───── Provided records ─────
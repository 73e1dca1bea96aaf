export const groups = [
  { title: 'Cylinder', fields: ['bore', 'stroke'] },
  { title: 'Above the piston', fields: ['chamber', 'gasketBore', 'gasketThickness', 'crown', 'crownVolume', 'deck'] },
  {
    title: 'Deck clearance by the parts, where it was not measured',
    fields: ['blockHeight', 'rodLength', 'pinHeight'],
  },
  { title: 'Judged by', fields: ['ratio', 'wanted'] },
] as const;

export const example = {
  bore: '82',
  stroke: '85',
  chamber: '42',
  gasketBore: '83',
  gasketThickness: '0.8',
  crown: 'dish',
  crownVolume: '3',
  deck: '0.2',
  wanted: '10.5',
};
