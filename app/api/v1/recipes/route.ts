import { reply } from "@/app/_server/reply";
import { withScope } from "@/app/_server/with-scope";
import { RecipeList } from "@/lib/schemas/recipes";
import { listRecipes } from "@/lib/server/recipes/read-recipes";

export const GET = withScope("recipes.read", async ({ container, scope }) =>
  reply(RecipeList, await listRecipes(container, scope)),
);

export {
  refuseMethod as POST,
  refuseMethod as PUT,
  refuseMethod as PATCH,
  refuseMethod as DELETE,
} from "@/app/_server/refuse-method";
─────
Exercise objective ▸ All of the entries above need to be output again exactly.

Written answer ▸
repository 73e1dca1bea96aaf
export const groups = [
  { title: 'Cylinder', fields: ['bore', 'stroke'] },
  { title: 'Above the piston', fields: ['chamber', 'gasketBore', 'gasketThickness', 'crown', 'crownVolume', 'deck'] },
  {
    title: 'Deck clearance by the parts, where it was not measured',
    fields: ['blockHeight', 'rodLength', 'pinHeight'],
  },
  { title: 'Judged by', fields: ['ratio', 'wanted'] },
] as const;

export const example = {
  bore: '82',
  stroke: '85',
  chamber: '42',
  gasketBore: '83',
  gasketThickness: '0.8',
  crown: 'dish',
  crownVolume: '3',
  deck: '0.2',
  wanted: '10.5',
};
filename app/api/v1/recipes/route.ts
import { reply } from "@/app/_server/reply";
import { withScope } from "@/app/_server/with-scope";
import { RecipeList } from "@/lib/schemas/recipes";
import { listRecipes } from "@/lib/server/recipes/read-recipes";

export const GET = withScope("recipes.read", async ({ container, scope }) =>
  reply(RecipeList, await listRecipes(container, scope)),
);

export {
  refuseMethod as POST,
  refuseMethod as PUT,
  refuseMethod as PATCH,
  refuseMethod as DELETE,
} from "@/app/_server/refuse-method";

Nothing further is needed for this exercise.